What you are asked to do | For each line in the data below that holds "said", return a copy.

Material provided |
**********

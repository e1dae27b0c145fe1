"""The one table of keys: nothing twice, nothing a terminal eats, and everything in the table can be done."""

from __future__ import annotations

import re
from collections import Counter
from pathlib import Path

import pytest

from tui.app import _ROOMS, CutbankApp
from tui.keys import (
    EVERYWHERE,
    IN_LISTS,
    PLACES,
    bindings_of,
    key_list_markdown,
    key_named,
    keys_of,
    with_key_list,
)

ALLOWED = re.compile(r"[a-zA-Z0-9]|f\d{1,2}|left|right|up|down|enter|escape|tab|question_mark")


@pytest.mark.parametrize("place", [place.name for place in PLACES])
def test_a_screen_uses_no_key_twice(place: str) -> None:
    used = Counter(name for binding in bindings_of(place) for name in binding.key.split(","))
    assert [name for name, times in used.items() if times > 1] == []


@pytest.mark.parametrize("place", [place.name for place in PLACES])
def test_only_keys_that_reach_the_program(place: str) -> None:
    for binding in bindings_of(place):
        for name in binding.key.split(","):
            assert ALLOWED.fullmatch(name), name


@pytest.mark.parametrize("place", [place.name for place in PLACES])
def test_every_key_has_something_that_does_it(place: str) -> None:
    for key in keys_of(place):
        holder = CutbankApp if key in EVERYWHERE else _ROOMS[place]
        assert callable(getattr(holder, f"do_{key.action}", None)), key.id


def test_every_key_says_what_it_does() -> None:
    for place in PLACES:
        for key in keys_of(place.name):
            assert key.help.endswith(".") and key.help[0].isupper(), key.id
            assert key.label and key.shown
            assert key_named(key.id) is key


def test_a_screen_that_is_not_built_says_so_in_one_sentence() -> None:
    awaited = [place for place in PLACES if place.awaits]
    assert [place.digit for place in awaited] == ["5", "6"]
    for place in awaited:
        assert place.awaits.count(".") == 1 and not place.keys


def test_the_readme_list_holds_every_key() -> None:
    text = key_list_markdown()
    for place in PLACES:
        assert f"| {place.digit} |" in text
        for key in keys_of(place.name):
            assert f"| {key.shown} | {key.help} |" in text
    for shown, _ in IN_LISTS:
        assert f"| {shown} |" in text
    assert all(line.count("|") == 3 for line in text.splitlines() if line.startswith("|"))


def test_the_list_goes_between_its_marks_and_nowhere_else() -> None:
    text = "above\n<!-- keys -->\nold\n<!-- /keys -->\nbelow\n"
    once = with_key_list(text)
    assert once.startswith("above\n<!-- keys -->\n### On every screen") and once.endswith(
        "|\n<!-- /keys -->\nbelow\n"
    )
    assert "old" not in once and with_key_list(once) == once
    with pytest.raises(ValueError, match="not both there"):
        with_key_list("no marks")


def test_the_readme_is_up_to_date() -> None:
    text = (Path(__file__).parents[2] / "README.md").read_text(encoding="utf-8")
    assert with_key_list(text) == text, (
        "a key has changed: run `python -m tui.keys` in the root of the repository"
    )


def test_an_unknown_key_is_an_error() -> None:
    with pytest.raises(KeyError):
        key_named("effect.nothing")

**********

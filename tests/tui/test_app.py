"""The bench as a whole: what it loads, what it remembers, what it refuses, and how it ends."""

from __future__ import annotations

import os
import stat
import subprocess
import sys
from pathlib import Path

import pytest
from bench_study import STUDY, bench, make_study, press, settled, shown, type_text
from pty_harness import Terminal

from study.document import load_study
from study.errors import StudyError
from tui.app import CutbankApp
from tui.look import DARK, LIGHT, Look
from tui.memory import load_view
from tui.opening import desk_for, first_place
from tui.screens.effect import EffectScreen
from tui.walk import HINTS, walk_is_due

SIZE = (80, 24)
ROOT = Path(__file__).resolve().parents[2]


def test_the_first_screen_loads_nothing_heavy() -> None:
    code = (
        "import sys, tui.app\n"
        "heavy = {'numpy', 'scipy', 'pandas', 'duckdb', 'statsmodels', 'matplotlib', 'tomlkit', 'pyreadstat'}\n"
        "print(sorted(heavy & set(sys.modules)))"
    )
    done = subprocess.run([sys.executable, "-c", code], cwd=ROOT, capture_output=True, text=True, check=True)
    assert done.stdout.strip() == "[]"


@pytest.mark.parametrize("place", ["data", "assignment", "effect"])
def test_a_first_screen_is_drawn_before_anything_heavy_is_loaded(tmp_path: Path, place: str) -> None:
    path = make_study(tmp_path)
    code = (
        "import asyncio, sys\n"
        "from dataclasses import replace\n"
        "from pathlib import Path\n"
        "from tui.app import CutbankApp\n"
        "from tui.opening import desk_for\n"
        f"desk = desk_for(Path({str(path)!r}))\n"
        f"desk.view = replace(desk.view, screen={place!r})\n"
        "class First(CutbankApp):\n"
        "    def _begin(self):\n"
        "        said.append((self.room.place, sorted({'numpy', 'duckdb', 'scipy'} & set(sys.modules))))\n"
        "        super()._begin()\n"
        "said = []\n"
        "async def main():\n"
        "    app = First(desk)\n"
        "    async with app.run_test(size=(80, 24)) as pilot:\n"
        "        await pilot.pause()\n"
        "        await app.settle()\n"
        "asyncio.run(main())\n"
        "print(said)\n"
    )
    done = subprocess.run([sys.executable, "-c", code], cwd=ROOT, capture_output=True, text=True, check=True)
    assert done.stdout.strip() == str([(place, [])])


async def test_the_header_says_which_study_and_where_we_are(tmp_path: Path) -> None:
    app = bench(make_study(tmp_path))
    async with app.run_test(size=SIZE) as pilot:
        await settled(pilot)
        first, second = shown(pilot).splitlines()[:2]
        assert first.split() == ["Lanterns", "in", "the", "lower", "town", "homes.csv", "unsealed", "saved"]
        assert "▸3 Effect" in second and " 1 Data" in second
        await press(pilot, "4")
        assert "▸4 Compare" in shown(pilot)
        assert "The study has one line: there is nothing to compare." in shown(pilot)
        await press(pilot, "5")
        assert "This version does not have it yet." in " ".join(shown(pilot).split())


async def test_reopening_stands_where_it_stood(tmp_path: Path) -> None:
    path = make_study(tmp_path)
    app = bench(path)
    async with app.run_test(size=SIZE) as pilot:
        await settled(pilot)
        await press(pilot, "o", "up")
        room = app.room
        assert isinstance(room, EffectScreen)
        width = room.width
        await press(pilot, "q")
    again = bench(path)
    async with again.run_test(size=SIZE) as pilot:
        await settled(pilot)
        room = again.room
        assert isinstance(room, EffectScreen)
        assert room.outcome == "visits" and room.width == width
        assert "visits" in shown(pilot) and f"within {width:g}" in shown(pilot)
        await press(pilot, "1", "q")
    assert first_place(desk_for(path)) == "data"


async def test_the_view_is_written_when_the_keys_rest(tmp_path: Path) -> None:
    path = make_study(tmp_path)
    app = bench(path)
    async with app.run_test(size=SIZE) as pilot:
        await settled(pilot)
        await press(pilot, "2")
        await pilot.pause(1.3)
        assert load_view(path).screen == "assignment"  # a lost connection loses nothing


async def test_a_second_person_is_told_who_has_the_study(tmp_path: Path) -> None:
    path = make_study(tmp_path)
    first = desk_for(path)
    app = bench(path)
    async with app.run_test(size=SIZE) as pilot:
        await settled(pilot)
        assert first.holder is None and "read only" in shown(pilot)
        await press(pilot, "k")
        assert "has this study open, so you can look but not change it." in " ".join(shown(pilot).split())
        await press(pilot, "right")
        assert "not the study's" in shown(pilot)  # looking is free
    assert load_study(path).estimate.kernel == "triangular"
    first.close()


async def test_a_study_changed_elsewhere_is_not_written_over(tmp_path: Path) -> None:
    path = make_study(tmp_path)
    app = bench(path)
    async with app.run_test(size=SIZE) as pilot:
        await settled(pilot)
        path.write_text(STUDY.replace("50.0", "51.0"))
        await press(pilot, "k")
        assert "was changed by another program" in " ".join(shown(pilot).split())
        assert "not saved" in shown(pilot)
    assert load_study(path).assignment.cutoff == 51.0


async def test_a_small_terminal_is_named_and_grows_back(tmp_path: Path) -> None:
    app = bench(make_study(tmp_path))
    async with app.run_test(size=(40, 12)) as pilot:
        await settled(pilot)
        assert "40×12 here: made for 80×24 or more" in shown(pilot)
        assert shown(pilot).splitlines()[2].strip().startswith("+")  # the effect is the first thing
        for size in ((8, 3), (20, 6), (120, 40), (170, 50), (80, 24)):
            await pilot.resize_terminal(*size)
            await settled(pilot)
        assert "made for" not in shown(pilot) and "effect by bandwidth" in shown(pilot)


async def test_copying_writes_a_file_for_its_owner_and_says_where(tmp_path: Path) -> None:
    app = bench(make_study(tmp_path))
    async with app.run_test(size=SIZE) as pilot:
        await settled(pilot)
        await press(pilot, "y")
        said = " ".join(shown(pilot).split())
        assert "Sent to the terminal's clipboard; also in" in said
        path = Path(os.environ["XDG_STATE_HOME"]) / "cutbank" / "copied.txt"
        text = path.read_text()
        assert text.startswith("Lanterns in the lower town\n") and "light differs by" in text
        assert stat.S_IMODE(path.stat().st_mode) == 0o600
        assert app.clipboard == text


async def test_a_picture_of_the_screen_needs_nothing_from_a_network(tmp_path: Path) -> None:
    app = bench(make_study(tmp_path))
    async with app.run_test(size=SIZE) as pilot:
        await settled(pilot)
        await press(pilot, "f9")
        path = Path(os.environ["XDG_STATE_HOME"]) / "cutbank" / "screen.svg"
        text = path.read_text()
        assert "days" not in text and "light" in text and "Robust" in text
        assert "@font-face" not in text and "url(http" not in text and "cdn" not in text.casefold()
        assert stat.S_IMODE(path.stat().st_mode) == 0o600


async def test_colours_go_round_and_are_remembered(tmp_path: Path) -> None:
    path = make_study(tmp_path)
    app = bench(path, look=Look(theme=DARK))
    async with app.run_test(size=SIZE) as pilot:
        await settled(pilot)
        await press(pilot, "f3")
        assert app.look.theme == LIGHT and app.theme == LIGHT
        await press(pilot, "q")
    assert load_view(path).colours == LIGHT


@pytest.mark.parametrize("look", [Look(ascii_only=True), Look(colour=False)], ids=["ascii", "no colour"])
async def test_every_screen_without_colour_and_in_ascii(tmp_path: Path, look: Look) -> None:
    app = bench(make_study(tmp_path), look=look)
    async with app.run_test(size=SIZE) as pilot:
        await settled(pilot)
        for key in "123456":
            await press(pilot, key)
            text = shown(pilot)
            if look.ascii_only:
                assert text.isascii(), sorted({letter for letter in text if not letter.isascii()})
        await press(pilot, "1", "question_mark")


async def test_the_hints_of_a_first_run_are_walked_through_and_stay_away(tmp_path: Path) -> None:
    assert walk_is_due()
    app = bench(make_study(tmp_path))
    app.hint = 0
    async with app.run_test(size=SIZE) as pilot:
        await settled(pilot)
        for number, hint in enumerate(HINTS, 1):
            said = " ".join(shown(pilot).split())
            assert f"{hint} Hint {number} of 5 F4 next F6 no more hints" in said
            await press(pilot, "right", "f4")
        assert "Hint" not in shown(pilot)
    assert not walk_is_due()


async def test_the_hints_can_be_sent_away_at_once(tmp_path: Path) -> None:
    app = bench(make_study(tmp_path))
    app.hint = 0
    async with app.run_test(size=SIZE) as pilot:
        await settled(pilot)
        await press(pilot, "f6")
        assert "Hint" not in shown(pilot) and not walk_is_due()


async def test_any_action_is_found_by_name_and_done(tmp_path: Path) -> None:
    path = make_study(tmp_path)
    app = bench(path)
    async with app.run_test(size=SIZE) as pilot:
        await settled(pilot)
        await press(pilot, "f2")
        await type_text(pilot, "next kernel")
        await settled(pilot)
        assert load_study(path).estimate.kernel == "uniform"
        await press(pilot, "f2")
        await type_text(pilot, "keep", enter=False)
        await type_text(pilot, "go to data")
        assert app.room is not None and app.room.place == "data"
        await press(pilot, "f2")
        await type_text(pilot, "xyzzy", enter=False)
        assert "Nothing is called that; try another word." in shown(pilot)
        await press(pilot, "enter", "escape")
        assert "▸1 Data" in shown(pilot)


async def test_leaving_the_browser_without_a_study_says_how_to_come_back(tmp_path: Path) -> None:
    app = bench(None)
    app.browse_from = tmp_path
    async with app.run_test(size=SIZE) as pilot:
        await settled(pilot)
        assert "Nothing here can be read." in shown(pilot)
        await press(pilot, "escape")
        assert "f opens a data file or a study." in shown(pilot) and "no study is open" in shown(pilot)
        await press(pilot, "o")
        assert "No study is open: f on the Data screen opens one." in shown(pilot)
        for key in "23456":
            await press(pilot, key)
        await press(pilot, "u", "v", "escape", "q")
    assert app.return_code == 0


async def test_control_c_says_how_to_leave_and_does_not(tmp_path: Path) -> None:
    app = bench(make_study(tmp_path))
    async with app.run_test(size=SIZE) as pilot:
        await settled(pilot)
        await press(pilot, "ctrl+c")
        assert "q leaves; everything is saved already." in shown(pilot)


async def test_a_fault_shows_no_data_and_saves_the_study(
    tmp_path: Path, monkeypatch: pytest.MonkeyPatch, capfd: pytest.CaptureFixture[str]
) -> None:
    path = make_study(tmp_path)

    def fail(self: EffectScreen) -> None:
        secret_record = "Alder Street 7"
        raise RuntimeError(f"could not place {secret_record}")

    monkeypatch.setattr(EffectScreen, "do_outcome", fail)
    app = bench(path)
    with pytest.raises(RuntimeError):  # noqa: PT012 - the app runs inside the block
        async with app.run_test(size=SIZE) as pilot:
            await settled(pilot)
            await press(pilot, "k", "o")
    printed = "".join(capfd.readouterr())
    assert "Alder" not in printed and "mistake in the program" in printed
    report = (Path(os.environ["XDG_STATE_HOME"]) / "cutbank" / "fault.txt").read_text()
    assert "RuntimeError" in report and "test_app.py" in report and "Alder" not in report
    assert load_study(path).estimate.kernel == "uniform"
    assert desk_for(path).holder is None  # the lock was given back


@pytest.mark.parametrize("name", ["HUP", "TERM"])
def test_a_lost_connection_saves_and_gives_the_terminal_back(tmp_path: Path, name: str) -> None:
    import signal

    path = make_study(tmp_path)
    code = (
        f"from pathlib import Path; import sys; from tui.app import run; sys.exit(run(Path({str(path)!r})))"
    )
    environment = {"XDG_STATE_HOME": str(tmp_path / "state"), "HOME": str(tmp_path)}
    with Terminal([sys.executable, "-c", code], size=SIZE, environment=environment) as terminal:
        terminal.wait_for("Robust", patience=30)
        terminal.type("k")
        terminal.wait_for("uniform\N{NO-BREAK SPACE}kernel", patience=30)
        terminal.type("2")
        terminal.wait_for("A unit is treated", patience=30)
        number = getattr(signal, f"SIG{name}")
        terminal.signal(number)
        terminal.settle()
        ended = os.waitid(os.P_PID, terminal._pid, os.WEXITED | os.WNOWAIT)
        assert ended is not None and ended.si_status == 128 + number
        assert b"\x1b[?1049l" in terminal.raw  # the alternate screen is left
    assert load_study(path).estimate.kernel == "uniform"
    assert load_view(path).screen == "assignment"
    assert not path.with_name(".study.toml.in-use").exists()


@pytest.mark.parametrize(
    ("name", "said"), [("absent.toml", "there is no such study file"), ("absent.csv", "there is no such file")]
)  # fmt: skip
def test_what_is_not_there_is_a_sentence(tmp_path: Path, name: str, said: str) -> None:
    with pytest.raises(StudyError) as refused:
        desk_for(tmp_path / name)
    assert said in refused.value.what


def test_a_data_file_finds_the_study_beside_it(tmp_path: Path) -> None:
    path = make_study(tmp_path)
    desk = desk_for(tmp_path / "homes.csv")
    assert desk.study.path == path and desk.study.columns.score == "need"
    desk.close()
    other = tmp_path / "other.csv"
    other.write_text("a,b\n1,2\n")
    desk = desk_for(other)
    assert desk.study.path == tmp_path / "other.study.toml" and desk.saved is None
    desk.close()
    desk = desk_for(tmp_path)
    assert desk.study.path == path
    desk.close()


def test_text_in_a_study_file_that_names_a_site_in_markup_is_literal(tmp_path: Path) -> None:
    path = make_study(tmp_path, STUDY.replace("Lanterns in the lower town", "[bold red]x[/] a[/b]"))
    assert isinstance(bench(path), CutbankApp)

**********

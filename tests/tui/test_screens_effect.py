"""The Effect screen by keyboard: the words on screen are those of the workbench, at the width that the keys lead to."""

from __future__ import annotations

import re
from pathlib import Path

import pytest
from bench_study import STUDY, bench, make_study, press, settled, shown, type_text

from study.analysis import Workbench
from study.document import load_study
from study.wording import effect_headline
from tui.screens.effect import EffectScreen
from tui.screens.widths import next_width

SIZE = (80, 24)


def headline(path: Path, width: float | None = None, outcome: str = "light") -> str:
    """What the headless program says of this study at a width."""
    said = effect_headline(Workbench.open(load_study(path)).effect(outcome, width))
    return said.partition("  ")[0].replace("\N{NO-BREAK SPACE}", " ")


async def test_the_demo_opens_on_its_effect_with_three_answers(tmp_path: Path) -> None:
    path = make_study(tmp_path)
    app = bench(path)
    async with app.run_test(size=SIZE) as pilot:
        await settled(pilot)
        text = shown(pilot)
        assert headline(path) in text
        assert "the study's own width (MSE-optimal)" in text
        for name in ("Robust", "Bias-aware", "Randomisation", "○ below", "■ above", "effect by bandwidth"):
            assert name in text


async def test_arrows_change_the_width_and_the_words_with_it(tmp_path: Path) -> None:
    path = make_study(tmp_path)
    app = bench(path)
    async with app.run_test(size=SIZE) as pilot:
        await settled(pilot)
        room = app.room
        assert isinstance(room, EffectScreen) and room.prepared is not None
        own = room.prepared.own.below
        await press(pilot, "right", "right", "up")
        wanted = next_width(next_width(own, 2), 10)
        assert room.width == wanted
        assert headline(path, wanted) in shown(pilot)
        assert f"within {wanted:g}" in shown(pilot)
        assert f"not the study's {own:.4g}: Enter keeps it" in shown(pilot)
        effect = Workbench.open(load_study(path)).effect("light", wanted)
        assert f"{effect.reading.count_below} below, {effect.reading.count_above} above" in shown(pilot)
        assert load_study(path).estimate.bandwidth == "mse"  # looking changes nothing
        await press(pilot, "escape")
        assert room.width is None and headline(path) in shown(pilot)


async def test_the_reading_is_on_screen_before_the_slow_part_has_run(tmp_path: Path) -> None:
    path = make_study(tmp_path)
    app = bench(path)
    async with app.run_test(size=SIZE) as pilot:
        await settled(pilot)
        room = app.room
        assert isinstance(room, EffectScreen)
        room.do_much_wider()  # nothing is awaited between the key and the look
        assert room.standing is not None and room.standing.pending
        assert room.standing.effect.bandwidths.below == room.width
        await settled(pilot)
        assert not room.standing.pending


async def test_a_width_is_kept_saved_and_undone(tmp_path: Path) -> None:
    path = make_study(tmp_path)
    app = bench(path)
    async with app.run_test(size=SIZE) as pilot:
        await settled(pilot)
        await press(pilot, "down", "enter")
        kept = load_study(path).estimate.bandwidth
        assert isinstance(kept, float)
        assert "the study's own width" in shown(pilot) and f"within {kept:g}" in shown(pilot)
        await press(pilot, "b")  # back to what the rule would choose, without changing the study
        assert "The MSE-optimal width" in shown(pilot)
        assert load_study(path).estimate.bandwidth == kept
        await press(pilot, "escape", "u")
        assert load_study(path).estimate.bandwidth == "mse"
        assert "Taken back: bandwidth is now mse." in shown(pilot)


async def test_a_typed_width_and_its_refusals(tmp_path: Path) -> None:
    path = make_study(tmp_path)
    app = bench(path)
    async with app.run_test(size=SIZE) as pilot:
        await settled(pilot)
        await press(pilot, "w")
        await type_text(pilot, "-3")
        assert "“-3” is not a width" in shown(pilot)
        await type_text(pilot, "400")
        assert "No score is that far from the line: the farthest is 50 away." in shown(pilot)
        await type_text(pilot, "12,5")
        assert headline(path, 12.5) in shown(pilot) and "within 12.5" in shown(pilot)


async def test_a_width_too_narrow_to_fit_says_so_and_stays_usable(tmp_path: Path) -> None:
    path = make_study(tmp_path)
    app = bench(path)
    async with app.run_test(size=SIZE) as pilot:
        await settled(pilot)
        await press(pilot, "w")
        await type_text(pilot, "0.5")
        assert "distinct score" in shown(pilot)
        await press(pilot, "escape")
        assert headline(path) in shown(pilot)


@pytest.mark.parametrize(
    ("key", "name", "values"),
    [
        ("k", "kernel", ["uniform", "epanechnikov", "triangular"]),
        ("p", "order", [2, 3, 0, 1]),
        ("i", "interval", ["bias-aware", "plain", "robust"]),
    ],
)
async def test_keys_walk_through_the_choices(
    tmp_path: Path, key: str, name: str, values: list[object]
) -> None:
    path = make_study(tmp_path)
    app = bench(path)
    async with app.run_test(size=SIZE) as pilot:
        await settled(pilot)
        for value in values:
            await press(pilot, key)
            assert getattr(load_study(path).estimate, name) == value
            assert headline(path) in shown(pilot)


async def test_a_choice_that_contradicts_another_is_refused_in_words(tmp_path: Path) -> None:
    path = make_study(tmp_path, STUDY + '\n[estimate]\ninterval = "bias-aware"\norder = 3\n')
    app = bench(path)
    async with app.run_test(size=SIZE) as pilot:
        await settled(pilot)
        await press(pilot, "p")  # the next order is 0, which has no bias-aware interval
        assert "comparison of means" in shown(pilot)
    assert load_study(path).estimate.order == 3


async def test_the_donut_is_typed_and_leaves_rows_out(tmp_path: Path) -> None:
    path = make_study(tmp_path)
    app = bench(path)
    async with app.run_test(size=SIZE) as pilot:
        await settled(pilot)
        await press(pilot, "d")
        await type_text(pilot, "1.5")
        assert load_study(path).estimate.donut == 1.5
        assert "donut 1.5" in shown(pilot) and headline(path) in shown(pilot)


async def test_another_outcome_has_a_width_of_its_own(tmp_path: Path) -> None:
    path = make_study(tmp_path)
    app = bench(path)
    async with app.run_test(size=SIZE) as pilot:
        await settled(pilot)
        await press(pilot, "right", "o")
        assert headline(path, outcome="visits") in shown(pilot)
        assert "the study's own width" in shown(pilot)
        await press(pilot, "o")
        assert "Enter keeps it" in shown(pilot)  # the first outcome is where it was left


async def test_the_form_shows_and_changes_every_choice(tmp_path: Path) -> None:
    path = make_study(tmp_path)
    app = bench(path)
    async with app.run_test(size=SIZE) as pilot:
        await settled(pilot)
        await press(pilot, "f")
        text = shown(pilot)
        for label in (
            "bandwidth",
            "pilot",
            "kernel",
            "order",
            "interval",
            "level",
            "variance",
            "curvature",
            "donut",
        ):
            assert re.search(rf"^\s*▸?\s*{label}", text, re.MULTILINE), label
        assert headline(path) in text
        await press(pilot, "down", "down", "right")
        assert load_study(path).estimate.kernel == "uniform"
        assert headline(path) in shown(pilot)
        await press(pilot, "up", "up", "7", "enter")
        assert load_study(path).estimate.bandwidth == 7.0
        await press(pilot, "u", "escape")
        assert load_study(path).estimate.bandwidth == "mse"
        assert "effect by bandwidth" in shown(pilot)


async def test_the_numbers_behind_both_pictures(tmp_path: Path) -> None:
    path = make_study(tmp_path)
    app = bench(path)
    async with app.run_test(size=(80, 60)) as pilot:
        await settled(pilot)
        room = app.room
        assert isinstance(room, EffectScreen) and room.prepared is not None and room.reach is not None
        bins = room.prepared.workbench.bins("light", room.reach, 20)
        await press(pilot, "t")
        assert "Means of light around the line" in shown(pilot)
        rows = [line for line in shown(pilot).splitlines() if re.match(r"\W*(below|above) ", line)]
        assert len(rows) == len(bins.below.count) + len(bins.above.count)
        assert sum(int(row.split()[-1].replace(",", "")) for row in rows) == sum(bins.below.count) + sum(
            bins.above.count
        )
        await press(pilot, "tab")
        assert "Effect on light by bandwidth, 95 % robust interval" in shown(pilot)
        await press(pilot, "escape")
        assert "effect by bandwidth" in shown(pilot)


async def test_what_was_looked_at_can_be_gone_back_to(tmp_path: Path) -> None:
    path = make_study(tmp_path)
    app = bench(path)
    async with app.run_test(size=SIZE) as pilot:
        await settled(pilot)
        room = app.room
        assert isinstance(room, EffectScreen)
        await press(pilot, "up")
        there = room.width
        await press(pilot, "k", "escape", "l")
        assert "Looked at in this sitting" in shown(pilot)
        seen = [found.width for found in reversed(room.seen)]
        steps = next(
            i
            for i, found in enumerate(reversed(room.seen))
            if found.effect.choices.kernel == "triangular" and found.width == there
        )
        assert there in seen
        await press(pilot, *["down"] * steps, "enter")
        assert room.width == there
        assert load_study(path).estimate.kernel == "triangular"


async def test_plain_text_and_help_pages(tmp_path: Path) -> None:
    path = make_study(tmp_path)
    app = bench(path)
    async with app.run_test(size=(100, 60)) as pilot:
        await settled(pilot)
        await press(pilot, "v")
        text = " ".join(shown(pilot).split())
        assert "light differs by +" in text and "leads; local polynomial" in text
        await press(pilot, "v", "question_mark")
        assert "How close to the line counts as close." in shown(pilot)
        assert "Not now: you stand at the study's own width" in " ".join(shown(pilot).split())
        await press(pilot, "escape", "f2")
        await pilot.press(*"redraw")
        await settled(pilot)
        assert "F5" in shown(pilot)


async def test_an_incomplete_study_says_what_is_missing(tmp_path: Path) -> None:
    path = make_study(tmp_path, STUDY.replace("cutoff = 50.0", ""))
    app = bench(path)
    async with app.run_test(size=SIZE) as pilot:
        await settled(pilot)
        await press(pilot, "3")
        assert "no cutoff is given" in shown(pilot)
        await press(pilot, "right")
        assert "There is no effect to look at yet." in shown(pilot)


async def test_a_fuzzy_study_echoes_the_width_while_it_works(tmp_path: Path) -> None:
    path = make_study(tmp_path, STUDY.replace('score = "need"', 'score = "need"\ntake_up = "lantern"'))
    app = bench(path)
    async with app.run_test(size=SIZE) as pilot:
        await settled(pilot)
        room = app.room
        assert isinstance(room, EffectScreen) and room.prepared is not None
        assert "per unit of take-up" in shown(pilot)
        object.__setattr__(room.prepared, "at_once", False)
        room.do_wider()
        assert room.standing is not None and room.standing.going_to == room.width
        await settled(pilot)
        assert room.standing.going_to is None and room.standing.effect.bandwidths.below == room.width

**********

Your solution |
        "        said.append((self.room.place, sorted({'numpy', 'duckdb', 'scipy'} & set(sys.modules))))\n"
        "said = []\n"
        "print(said)\n"
        said = " ".join(shown(pilot).split())
        assert "Sent to the terminal's clipboard; also in" in said
            said = " ".join(shown(pilot).split())
            assert f"{hint} Hint {number} of 5 F4 next F6 no more hints" in said
    ("name", "said"), [("absent.toml", "there is no such study file"), ("absent.csv", "there is no such file")]
def test_what_is_not_there_is_a_sentence(tmp_path: Path, name: str, said: str) -> None:
    assert said in refused.value.what
    said = effect_headline(Workbench.open(load_study(path)).effect(outcome, width))
    return said.partition("  ")[0].replace("\N{NO-BREAK SPACE}", " ")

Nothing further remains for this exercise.